Participants of the People’s Convoy, inspired by the Freedom Convoy that rocked Canada’s capital region for nearly three weeks earlier this year, are starting to ask questions regarding where exactly donations, totaling more than $1.8 million, went to.
The People’s Convoy, which at its peak involved about 50 transport trucks and hundreds of other supporters driving personal vehicles, declared “victory” on May 20 when the convoy had dwindled to just 15 tractor-trailers and around 40 passenger vehicles and RVs.
Kris Young, an administrator of the convoy’s multiple social media accounts wrote on May 20, “The People’s Convoy declares victory and announces its conclusion of the national convoy portion of this great movement. Any convoy and protest activity from this time forward is done on an individual basis and is not representing The People’s Convoy.”
Clarissa Hawes, who broke the story and writes for Freightwaves said, “More than $1.8 million was collected through the convoy’s fundraising platform, the American Foundation for Civil Liberties and Freedoms (AFCLF).”
Now, organizers of the convoy and the AFCLF are both calling for an independent audit to review where the $1.8 million in donations, that was collected over three months, actually went.
The founder of AFCLF, Christopher Marston, told Freightwaves that an official audit is underway however when asked who was completing the audit Marston said he didn’t “have the name [of the firm] on the tip of his tongue,” and directed Freightwaves to contact his organizations Executive Director, Pamela Milacek, who he says is in charge of hiring the accounting firm that is conducting the audit.
Sketchy leadership at AFCLF
According to Freightwaves, Milacek, “has active warrants out for her arrest for probation violations related to her pleading guilty through deferred adjudication in two cases involving fraud and exploitation of an elderly person. According to Mathew Hawkins, the criminal deputy district for the Collin County District Clerk’s Office in Texas, Milacek is still in the lam.”
A deferred adjudication is a judge-ordered probation that permits an offender to accept responsibility for their crime without an actual conviction being placed on their record.
Marston is claiming that the convoy organizers failed to report cash and gift cards collected to his official fundraising group saying, “That’s exactly why a nonprofit with financial controls is needed.”
Currently, no charges have been laid against either the organizers of the People’s Convoy or the AFCLF.
Original organizer speaks up
Brian Brase, one of the original organizers of the convoy who was removed from the group after he left the convoy after a month on the road to see his family, is also calling for an independent audit and is even offering to pay for it if that is what it takes to clear his name.
Brase believes that all funds have been accounted for and points the finger at Marston’s group for not following through on promises to provide convoy organizers with daily updates concerning fundraising efforts and how the money was being disbursed.

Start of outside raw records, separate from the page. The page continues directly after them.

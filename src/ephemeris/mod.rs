//! From orbits to what is seen from the Earth: light time, bending of light by the Sun, aberration.
//!
//! Everything is heliocentric, including the Earth's velocity in the aberration: the Sun's own motion about the
//! barycentre then cancels to below 0.0001 arcsec, and no barycentre is needed. Vectors are in au on ICRS axes.

mod earth;
mod light;
mod observation;
mod plan;
mod span;

pub use earth::Earth;
pub use observation::Observation;
pub use plan::{PlanPointAu, PlanPositions, Traveller, plan_orbit, plan_passage, plan_positions};
pub use span::{SpanPart, check_span};
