//! The Earth, from which everything is seen.

use super::light::aberrated;
use crate::frames::mean_ecliptic_of_date;
use crate::quantity::{AU_KM, add_scaled, scaled, sin_cos, unit};
use crate::series::{SeriesBody, heliocentric, moon_of_date};
use crate::time::Tt;

/// Mass of the Earth over that of the Moon (JPL DE440; R. S. Park et al. 2021, AJ 161, 105).
const EARTH_OVER_MOON_MASS: f64 = 81.300_568_2;

/// The Earth's centre at one instant, and the Moon beside it. Heliocentric, ICRS axes.
#[derive(Debug, Clone, Copy, PartialEq)]
pub struct Earth {
    pub(super) tt: Tt,
    pub(super) position_au: [f64; 3],
    pub(super) velocity_au_per_day: [f64; 3],
    /// Geometric geocentric position of the Moon.
    pub(super) moon_au: [f64; 3],
}

impl Earth {
    /// The Earth at an instant.
    ///
    /// The velocity is that of the Earth-Moon barycentre: it serves the aberration, which the Earth's own circle
    /// about the barycentre changes by 0.009 arcsec at most.
    pub fn at(tt: Tt) -> Self {
        let barycentre = heliocentric(SeriesBody::EarthMoonBarycentre, tt);
        let moon_au = moon_geocentric_au(tt);
        Self {
            tt,
            position_au: add_scaled(
                barycentre.position_au,
                -1.0 / (1.0 + EARTH_OVER_MOON_MASS),
                moon_au,
            ),
            velocity_au_per_day: barycentre.velocity_au_per_day,
            moon_au,
        }
    }

    /// Instant of this position.
    pub fn tt(&self) -> Tt {
        self.tt
    }

    /// Heliocentric position.
    pub fn position_au(&self) -> [f64; 3] {
        self.position_au
    }

    /// Heliocentric velocity of the Earth-Moon barycentre, which departs from the Earth's own by 0.012 km/s at most.
    pub fn velocity_au_per_day(&self) -> [f64; 3] {
        self.velocity_au_per_day
    }

    /// Apparent direction of the Sun's centre, a unit vector on ICRS axes.
    pub fn sun_direction(&self) -> [f64; 3] {
        aberrated(
            unit(scaled(-1.0, self.position_au)),
            self.velocity_au_per_day,
        )
    }
}

/// Geometric geocentric position of the Moon, ICRS axes.
pub(super) fn moon_geocentric_au(tt: Tt) -> [f64; 3] {
    let moon = moon_of_date(tt);
    let (sin_longitude, cos_longitude) = sin_cos(moon.longitude_rad);
    let (sin_latitude, cos_latitude) = sin_cos(moon.latitude_rad);
    let direction = [
        cos_latitude * cos_longitude,
        cos_latitude * sin_longitude,
        sin_latitude,
    ];
    mean_ecliptic_of_date(tt).apply_back(scaled(moon.distance_km / AU_KM, direction))
}
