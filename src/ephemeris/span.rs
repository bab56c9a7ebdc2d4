//! The years that are answered.

use crate::error::{Code, Error};
use crate::series::{VALID_FROM_YEAR, VALID_TO_YEAR};
use crate::time::Utc;

/// First year of the span that the tests compare with a reference.
const CHECKED_FROM_YEAR: f64 = 1700.0;
/// End of the span that the tests compare with a reference.
const CHECKED_TO_YEAR: f64 = 2200.0;

/// How well an instant is covered.
#[derive(Debug, Clone, Copy, PartialEq, Eq)]
pub enum SpanPart {
    /// 1700 to 2200: compared with a reference.
    Checked,
    /// The rest of 1600 to 2300: the series are fitted there, but less was compared.
    Fitted,
}

/// Whether an instant can be answered.
///
/// # Errors
/// `bad-instant` when it is not finite, `out-of-span` outside the years that the series are fitted to.
pub fn check_span(utc: Utc) -> Result<SpanPart, Error> {
    let year = utc.julian_year();
    if !year.is_finite() {
        return Err(Error::new(
            Code::BadInstant,
            "The instant must be a finite number of days.",
        ));
    }
    if year < f64::from(VALID_FROM_YEAR) || year > f64::from(VALID_TO_YEAR) {
        return Err(Error::new(
            Code::OutOfSpan,
            format!("The instant must lie in the years {VALID_FROM_YEAR} to {VALID_TO_YEAR}."),
        ));
    }
    let checked = (CHECKED_FROM_YEAR..=CHECKED_TO_YEAR).contains(&year);
    Ok(if checked {
        SpanPart::Checked
    } else {
        SpanPart::Fitted
    })
}

#[cfg(test)]
mod tests {
    use super::*;

    #[test]
    fn parts_of_the_span() {
        let part =
            |text: &str| check_span(Utc::parse(text).expect("valid")).map_err(|error| error.code());
        assert_eq!(part("2026-11-24"), Ok(SpanPart::Checked));
        assert_eq!(part("1650-01-01"), Ok(SpanPart::Fitted));
        assert_eq!(part("2250-01-01"), Ok(SpanPart::Fitted));
        assert_eq!(part("1599-01-01"), Err(Code::OutOfSpan));
        assert_eq!(part("2301-01-01"), Err(Code::OutOfSpan));
        let nan = check_span(Utc::from_days_since_j2000(f64::NAN));
        assert_eq!(nan.map_err(|error| error.code()), Err(Code::BadInstant));
    }
}
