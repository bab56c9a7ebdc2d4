//! What happens to light on its way: bending by the Sun and aberration.

use crate::quantity::{AU_KM, LIGHT_DAYS_PER_AU, add_scaled, cross, dot, norm, scaled, unit};

/// Twice the Sun's gravitational length, 2 GM / c^2, in au.
const TWICE_GRAVITATIONAL_LENGTH_AU: f64 = 1.974_125_743_36e-8;
/// Nominal solar radius (IAU 2015 resolution B3) in au.
pub(super) const SUN_RADIUS_AU: f64 = 695_700.0 / AU_KM;

/// The direction in which a body is seen once the Sun has bent its light: 1.75 arcsec at the limb.
///
/// `direction` is the unit vector from the Earth to the body, `from_sun` the body's and `earth` the Earth's
/// heliocentric position. Source: the first-order formula of general relativity as in S. A. Klioner 2003, AJ 125,
/// 1580. Light from behind the Sun's disc does not arrive; there the bending shrinks to zero at the centre so that
/// nothing jumps.
pub(super) fn bent(direction: [f64; 3], from_sun: [f64; 3], earth: [f64; 3]) -> [f64; 3] {
    let earth_distance_au = norm(earth);
    let sun_to_earth = scaled(1.0 / earth_distance_au, earth);
    let sun_to_body = unit(from_sun);
    // Zero where the Sun stands exactly between both; the cross product below is zero there too.
    let alignment = (1.0 + dot(sun_to_body, sun_to_earth)).max(1e-12);
    let mut strength = TWICE_GRAVITATIONAL_LENGTH_AU / earth_distance_au / alignment;
    let closest_au = earth_distance_au * norm(cross(direction, sun_to_earth));
    let is_beyond_the_sun = dot(sun_to_body, sun_to_earth) < 0.0;
    if is_beyond_the_sun && closest_au < SUN_RADIUS_AU {
        strength *= (closest_au / SUN_RADIUS_AU).powi(2);
    }
    unit(add_scaled(
        direction,
        strength,
        cross(direction, cross(sun_to_earth, sun_to_body)),
    ))
}

/// The direction as a moving observer sees it. `velocity` is in au per day.
///
/// Vector sum of light and motion; relativity would add 0.0005 arcsec.
pub(crate) fn aberrated(direction: [f64; 3], velocity_au_per_day: [f64; 3]) -> [f64; 3] {
    unit(add_scaled(
        direction,
        LIGHT_DAYS_PER_AU,
        velocity_au_per_day,
    ))
}

#[cfg(test)]
mod tests {
    use super::*;
    use crate::quantity::{ARCSEC_PER_RAD, angle_between_rad};

    /// A body beyond the Sun, seen from 1 au at an angle from the Sun's centre.
    fn bending_arcsec(elongation_rad: f64) -> f64 {
        let earth = [1.0, 0.0, 0.0];
        let direction = [-elongation_rad.cos(), elongation_rad.sin(), 0.0];
        let body = add_scaled(earth, 1000.0, direction);
        let seen = bent(direction, body, earth);
        // Positive when pushed away from the Sun.
        let pushed_rad = angle_between_rad(seen, [-1.0, 0.0, 0.0]) - elongation_rad;
        pushed_rad * ARCSEC_PER_RAD
    }

    #[test]
    fn bending_has_its_known_size() {
        // 1.75 arcsec at the limb, 0.0041 at 90 degrees, for a very distant source.
        assert!(
            (bending_arcsec(SUN_RADIUS_AU) - 1.75).abs() < 0.02,
            "{}",
            bending_arcsec(SUN_RADIUS_AU)
        );
        assert!((bending_arcsec(std::f64::consts::FRAC_PI_2) - 0.004_07).abs() < 1e-4);
    }

    #[test]
    fn bending_against_erfa() {
        // ERFA 2.0.1 through pyerfa 2.0.1.5, ldsun with p = q as in its own test, radians.
        let direction = unit([-0.763_276_255, -0.608_633_767, -0.216_735_543]);
        let to_earth = unit([-0.973_644_023, -0.209_254_23, -0.090_711_66]);
        let earth = scaled(0.999_809_214, to_earth);
        let seen = bent(direction, scaled(1e9, direction), earth);
        let expected = [
            -0.763_276_258_310_179_4,
            -0.608_633_763_715_260_1,
            -0.216_735_541_999_482_3,
        ];
        for axis in 0..3 {
            assert!((seen[axis] - expected[axis]).abs() < 1e-14, "{seen:?}");
        }
    }

    #[test]
    fn bending_is_continuous_at_the_limb_and_dies_at_the_centre() {
        let step =
            bending_arcsec(SUN_RADIUS_AU * 1.000_01) - bending_arcsec(SUN_RADIUS_AU * 0.999_99);
        assert!(step.abs() < 1e-3, "{step}");
        assert!(bending_arcsec(SUN_RADIUS_AU * 0.01).abs() < 0.02);
        let centre = bent([-1.0, 0.0, 0.0], [-1000.0, 0.0, 0.0], [1.0, 0.0, 0.0]);
        assert_eq!(centre, [-1.0, 0.0, 0.0]);
    }

    #[test]
    fn aberration_of_the_earths_speed() {
        // 30 km/s sideways: 20.6 arcsec.
        let seen = aberrated([1.0, 0.0, 0.0], [0.0, 30.0 * 86_400.0 / AU_KM, 0.0]);
        assert!((seen[1] * ARCSEC_PER_RAD - 20.64).abs() < 0.01);
    }
}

“What sold us on going with AFCLF was they were going to give us a bank card for the convoy expenses and it never showed up. We had a lot of problems accessing the funds, and we never knew what the real dollar amount was,” Brase told Freightwaves.

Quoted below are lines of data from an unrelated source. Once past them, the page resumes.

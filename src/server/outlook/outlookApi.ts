import { z } from 'zod';
import { weekendSentence } from '../../domain/outlook/sentences';
import { utcDate } from '../../domain/window/question';
import type { Viewer } from '../auth/viewer';
import { InvalidInput } from '../errors';
import type { Services } from '../services';
import { rounded } from '../windows/figures';
import { outlookPage } from './outlookPage';

const END = 'A region, the call sign of a listed station, or a locator.';

/** For the description of the API; what cannot be read is refused by the use case in words. */
export const outlookQuerySchema = z.object({
  here: z.string().describe(END).optional(),
  there: z.string().describe(END).optional(),
  band: z.string().describe('144, 432, 1296 …; default 144.').optional(),
  from: z.string().describe('First day, UTC, as 2027-01-20; default today.').optional(),
});

const number = z.number();

const daySchema = z.object({
  date: z.iso.date().describe('UTC.'),
  distanceKm: number.describe('Centre to centre, at noon UTC.'),
  declinationDeg: number.describe('Geocentric, at noon UTC.'),
  sunSeparationDeg: number.describe('Seen from the centre of the Earth, at noon UTC.'),
  degradationDb: number.describe(
    'At noon UTC, against the least distance and the coldest sky of the path.',
  ),
  commonHours: number.describe('Of the whole UTC day; for regions the mean over all pairs.'),
});

export const outlookAnswerSchema = z.object({
  here: z.string(),
  there: z.string(),
  weekends: z
    .array(
      z.object({
        saturday: z.iso.date(),
        degradationDb: number,
        commonHours: number,
        sunSeparationDeg: number,
        reason: z.string(),
      }),
    )
    .describe('The best twelve, best first.'),
  days: z.array(daySchema),
});
export type OutlookAnswer = z.output<typeof outlookAnswerSchema>;

/** The year ahead as JSON. Throws `InvalidInput` with a sentence for everything that cannot be read. */
export async function outlookAnswer(
  services: Services,
  viewer: Pick<Viewer, 'id'> | null,
  params: URLSearchParams,
): Promise<OutlookAnswer> {
  const { problems, year } = await outlookPage(services, viewer, params);
  if (problems.length > 0 || !year) throw new InvalidInput(problems.join(' '));
  return {
    here: year.here.name,
    there: year.there.name,
    weekends: year.best.map((weekend) => ({
      saturday: utcDate(weekend.saturday.startMs),
      degradationDb: rounded(weekend.degradationDb, 2),
      commonHours: rounded(weekend.commonHours, 2),
      sunSeparationDeg: rounded(weekend.sunSeparationDeg, 2),
      reason: weekendSentence(weekend, year.days),
    })),
    days: year.days.map((day) => ({
      date: utcDate(day.startMs),
      distanceKm: rounded(day.distanceKm, 0),
      declinationDeg: rounded(day.declinationDeg, 2),
      sunSeparationDeg: rounded(day.sunSeparationDeg, 2),
      degradationDb: rounded(day.degradationDb, 2),
      commonHours: rounded(day.commonHours, 3),
    })),
  };
}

Brase said, in order to manage cash and gift card donations, the organizers were forced to create their own ledger and used a personal lock box.
Brase was a feature figure in a convoy live stream where he is seen “passing the hat” to raise funds for volunteers of the convoy. Brase says the funds collected were handed directly to volunteers.
“The only time I was there that anything like that happened was some people were working really hard volunteering to help us that were living in their cars, hadn’t been able to shower and they were the people parking trucks and working security and in the kitchen and stuff like that, “ Brase told Freightwaves adding that, “And there was a bag that was passed around very publicly on live streamers’ feeds, and we said exactly who it was for and what it was for.”
He describes a chaotic atmosphere where supporters along the convoy’s route would show up and hand cash or Visa gift cards directly to drivers and other participants. Brase said there was no reasonable way to track these donations.
“I had people walk up to me trying to give Visa gift cards to me and say, ‘This isn’t for the convoy. This is for you personally.’ I said, ‘No thank you, give it to all the drivers,’ and there’s a lot of people in the convoy who said the same,” Brase said.
Brase didn’t drive his personal rig in the convoy but instead traveled in a command bus, and an RV, to plan the convoy’s route and manage security.
“So the bus basically had road maps and satellite images with laptops and police scanners running in case we ran into any trouble with counter protesters,” he said.
He believes the truth will come out and says he had no role in how the funds were distributed.
“After I left and they, the People’s Convoy, posted that I was no longer affiliated with the group, I don’t know what went on,” Brase told Freightwaves adding that, “I believe we were there for the right reasons in the beginning but that others wanted to profit off of us and turned this into a circus.”